2. The device of claim 1, wherein the first surface of the first lattice comprises an inner surface.
3. The device of claim 1, wherein the first lattice comprises a metal lattice.
4. The device of claim 4, wherein the metal lattice includes a layer of nanoparticles, metal nanoparticles, noble metal nanoparticles, or gold nanoparticles.
5. The device of claim 1, wherein the BMM comprises a plurality of nanomagnets embedded in a polymer matrix.
6. The device of claim 1, wherein the second lattice includes a plurality of microstructures in an array.
7. The device of claim 6, wherein the microstructures comprise pyramids, cylinders, or hemispheres.
8. The device of claim 6, wherein the microstructures have a lateral length of 100 nm to 5000 nm, and a pitch of 1 μm to 1000 μm.
9. The device of claim 6, wherein the array is lithographically patterned.
10. The device of claim 1, further comprising an antenna attached to the first lattice.

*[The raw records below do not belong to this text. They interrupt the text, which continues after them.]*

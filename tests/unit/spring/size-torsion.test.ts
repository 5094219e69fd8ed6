import fc from 'fast-check'
import { describe, expect, it } from 'vitest'
import { evaluateTorsion, sizeSpring, type SizedDesignOf, type TorsionInput, type TorsionSizeRequest } from '#shared/spring'
import { EASIEST_INDEX } from '../../../shared/spring/sizing/torsion/wire-search'
import { EN_CODES, makeWires } from './springs'

const catalogue = makeWires(...EN_CODES)
const someWires = catalogue.filter((_, i) => i % 6 === 0)
const fewWires = catalogue.filter((_, i) => i % 15 === 3)

const bounded = (min: number, max: number) => fc.double({ min, max, noNaN: true })
const maybe = <T>(value: fc.Arbitrary<T>) => fc.option(value, { nil: undefined })
const leg = fc.record({ lengthMm: bounded(5, 60), form: fc.constantFrom('straight' as const, 'tangential' as const) })
const conditions = {
  method: fc.constantFrom('en13906' as const, 'wahl' as const),
  duty: maybe(fc.record({ cycles: fc.constantFrom(1e3, 5e5, 1e7) })),
  toleranceGrade: fc.constantFrom(1 as const, 2 as const, 3 as const),
  legs: fc.oneof(fc.constant([]), fc.tuple(leg, leg).map(pair => [...pair])),
  loadOpens: fc.boolean(),
  fit: maybe(fc.record({ boreMm: maybe(bounded(10, 60)), rodMm: maybe(bounded(3, 14)), maxFreeLengthMm: maybe(bounded(10, 80)), maxSolidLengthMm: maybe(bounded(10, 80)) })),
}
const first = { angle: bounded(5, 90), moment: bounded(20, 3000) }
const twoPoints: fc.Arbitrary<TorsionSizeRequest> = fc.record({ ...first, turn: bounded(10, 180), more: bounded(20, 5000), ...conditions })
  .map(({ angle, moment, turn, more, ...rest }) => ({ kind: 'torsion', points: [{ angleDeg: angle, momentNmm: moment }, { angleDeg: angle + turn, momentNmm: moment + more }], ...rest }))
const withRate: fc.Arbitrary<TorsionSizeRequest> = fc.record({ ...first, rateNmmPerDeg: bounded(0.5, 100), ...conditions })
  .map(({ angle, moment, ...rest }) => ({ kind: 'torsion', points: [{ angleDeg: angle, momentNmm: moment }], ...rest }))
const fromFree: fc.Arbitrary<TorsionSizeRequest> = fc.record({ ...first, ...conditions })
  .map(({ angle, moment, ...rest }) => ({ kind: 'torsion', points: [{ angleDeg: angle, momentNmm: moment }], ...rest }))
const anyForm = fc.oneof(twoPoints, withRate, fromFree)

const stops = (input: TorsionInput) => evaluateTorsion(input).checks.filter(c => !c.ok && c.severity === 'stop').map(c => c.code)
const designsOf = (request: TorsionSizeRequest, wires = someWires) =>
  sizeSpring(request, wires, { explainConflict: false }).designs as readonly SizedDesignOf<'torsion'>[]
const rateOf = ({ points: [p1, p2], rateNmmPerDeg }: TorsionSizeRequest) =>
  p1 && p2 ? (p2.momentNmm - p1.momentNmm) / (p2.angleDeg - p1.angleDeg) : rateNmmPerDeg ?? (p1?.momentNmm ?? 0) / (p1?.angleDeg ?? 1)

describe('what a torsion design is', () => {
  it('meets the request and passes every stop check when its spring is evaluated again', () => {
    let found = 0
    fc.assert(fc.property(anyForm, (request) => {
      for (const design of designsOf(request)) {
        found++
        const again = evaluateTorsion(design.spring)
        expect(stops(design.spring)).toEqual([])
        expect(again.rateNmmPerDeg / rateOf(request)).toBeCloseTo(1, 8)
        request.points.forEach((point, i) => expect((again.points[i]?.momentNmm ?? 0) / point.momentNmm).toBeCloseTo(1, 8))
        expect(again.massG).toBeCloseTo(design.objectiveValue, 8)
      }
    }), { numRuns: 150, seed: 31 })
    expect(found).toBeGreaterThan(100)
  }, 60_000)

  it('turns from one point to the other by the angle that was asked, wherever free lies', () => {
    const [design] = designsOf({ kind: 'torsion', points: [{ angleDeg: 10, momentNmm: 400 }, { angleDeg: 70, momentNmm: 1000 }] })
    const [p1, p2] = design?.evaluation.points ?? []
    expect((p2?.angleDeg ?? 0) - (p1?.angleDeg ?? 0)).toBeCloseTo(60, 9)
    // 10 N mm a degree: 400 N mm is 40 degrees from free, so free lies 30 degrees before the place angles are counted from.
    expect(p1?.angleDeg).toBeCloseTo(40, 9)
    expect(design?.evaluation.assumptions.join(' ')).toContain('-30.0 degrees')
  })

  it('takes whole steps of body coils and diameter where they are asked, with moments within 1 %', () => {
    let found = 0
    fc.assert(fc.property(anyForm, (request) => {
      for (const design of designsOf({ ...request, coilStep: 0.25, diameterStepMm: 0.1 })) {
        found++
        expect(design.totalCoils * 4).toBeCloseTo(Math.round(design.totalCoils * 4), 9)
        expect(design.meanDiameterMm * 10).toBeCloseTo(Math.round(design.meanDiameterMm * 10), 9)
        expect(stops(design.spring)).toEqual([])
        request.points.forEach((point, i) => expect(Math.abs((design.evaluation.points[i]?.momentNmm ?? 0) / point.momentNmm - 1)).toBeLessThan(0.010001))
      }
    }), { numRuns: 80, seed: 32 })
    expect(found).toBeGreaterThan(50)
  }, 60_000)
})

describe('the best torsion spring', () => {
  it('is lighter than any of 200 diameters of every wire, has the easiest index of its wire, and no wire that has one is missed', () => {
    let compared = 0
    fc.assert(fc.property(anyForm, (request) => {
      const { designs, searched } = sizeSpring(request, fewWires, { explainConflict: false })
      const rate = rateOf(request)
      const [p1] = request.points
      const turned = request.points.map(p => (p.momentNmm / rate))
      const free = request.points.length === 1 && request.rateNmmPerDeg === undefined ? [p1?.angleDeg ?? 0] : turned
      let lightest = Infinity
      let feasible = 0
      for (const wire of fewWires) {
        const d = wire.wireDiameterMm
        let any = false
        let easiest = Infinity
        for (let i = 0; i <= 200; i++) {
          const D = d * (4 + (16 * i) / 200)
          const shape = { kind: 'torsion' as const, material: wire.material, wireDiameterMm: d, meanDiameterMm: D, legs: request.legs, method: request.method }
          const one = evaluateTorsion({ ...shape, bodyCoils: 1 })
          const bodyCoils = (one.rateNmmPerDeg * one.activeCoils) / rate - one.legCoils
          if (!(bodyCoils >= 0.1) || bodyCoils > 900) continue
          const result = evaluateTorsion({
            ...shape, bodyCoils, duty: request.duty, toleranceGrade: request.toleranceGrade, fit: request.fit, loadOpens: request.loadOpens,
            points: free.map(angleDeg => ({ angleDeg })),
          })
          if (result.checks.some(c => !c.ok && c.severity === 'stop')) continue
          any = true
          lightest = Math.min(lightest, result.massG)
          easiest = Math.min(easiest, Math.abs(D / d - EASIEST_INDEX))
        }
        if (!any) continue
        feasible++
        const own = designsOf(request, [wire])[0]
        expect(Math.abs((own?.evaluation.springIndex ?? Infinity) - EASIEST_INDEX)).toBeLessThanOrEqual(easiest + 1e-9)
      }
      expect(searched.feasibleWires).toBeGreaterThanOrEqual(feasible)
      if (lightest === Infinity) return
      compared++
      expect(designs[0]?.objectiveValue).toBeLessThanOrEqual(lightest * (1 + 1e-9))
    }), { numRuns: 40, seed: 33 })
    expect(compared).toBeGreaterThan(10)
  }, 120_000)
})

describe('why no torsion spring fits', () => {
  it('names the rod among what clashes, and a thinner one that admits a spring', () => {
    const request: TorsionSizeRequest = { kind: 'torsion', points: [{ angleDeg: 90, momentNmm: 900 }], fit: { rodMm: 40, boreMm: 44 } }
    const { conflict } = sizeSpring(request, catalogue)
    expect(conflict?.requirements).toContain('fit.rodMm')
    const thinner = conflict?.changes.find(change => change.path === 'fit.rodMm')
    expect(thinner?.to).toBeLessThan(40)
    expect(sizeSpring({ ...request, fit: { ...request.fit, rodMm: thinner?.to } }, catalogue).designs.length).toBeGreaterThan(0)
  })
})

11. The device of claim 10, wherein the antenna is attached via laser microwelding.
12. The device of claim 1, wherein the second lattice is attached to the first lattice via a cyanoacrylate instant adhesive or a catechol-based adhesive.
13. The device of claim 1, wherein the first lattice comprises a double layer lattice, and wherein the second lattice is anchored between the layers of the first lattice.
14. The device of claim 1, wherein the BMM is configured to deform and shift its magnetic flux to induce a current in the first lattice.
15. The device of claim 1, wherein the BMM comprises a polymer and magnetic nanoparticle composite.
16. The device of claim 15, wherein the polymer comprises an Ecoflex rubber and the magnetic nanoparticle composite comprises NdFeB nanoparticles.
17. The device of claim 15, wherein a nanoparticle layer surrounds the magnetic nanoparticle composite.
18. The device of claim 17, wherein the surrounding nanoparticle layer comprises SiO2 nanoparticles.
19. The device of claim 1, wherein the device has at least one of a sensitivity detection limit of less than 0.5 cm/second, a low flow rate detection limit of less than 0.5 cm/second, a short response time of less than 15 ms, a high signal-to-noise ratio (SNR) of greater than 50 dB, and long-term stability.
20. A bioelectronic stent sensor system, comprising:
a bioelectronic stent sensor device comprising a first hollow cylindrical lattice, and a second hollow cylindrical lattice attached to a first surface of the first lattice, comprising a biocompatible magnetoelastic micromesh (BMM); and
a computing system communicatively connected to the bioelectronic stent sensor device, comprising a processor and a non-transitory computer-readable medium with instructions stored thereon, which when executed by a processor, perform steps comprising:
receiving readout current signals from the bioelectronic stent sensor device; and
calculating a blood flow rate, a pressure, a pulse rate, an embolic event, a vessel stiffness or change thereof, an oxygenation, or a particle in the flow based on the readout current signals via an established empirical relationship between the readout current signals and a flow rate value.
21. The system of claim 20, wherein the bioelectronic stent sensor device is wirelessly communicatively connected to the computing system via a wireless communication protocol comprising 3G, 4G/LTE, 5G, 6G, Bluetooth, Bluetooth Low Energy (BLE), Zigbee, or near-field communication (NFC).
22. A blood flow rate monitoring method, comprising:
providing the bioelectronic stent sensor system of claim 20;
implanting the bioelectronic stent sensor device via a standard stent placement procedure;
receiving readout current signals from the bioelectronic stent sensor device on the computing system; and
calculating a blood flow rate a pressure, a pulse rate, an embolic event, a vessel stiffness or change thereof, an oxygenation, or a particle in the flow based on the readout current signals via an established empirical relationship between the readout current signals and a flow rate value.
23. The method of claim 22, wherein finite element analysis (FEA) is used to establish the empirical relationship between the readout current signals and the flow rate value.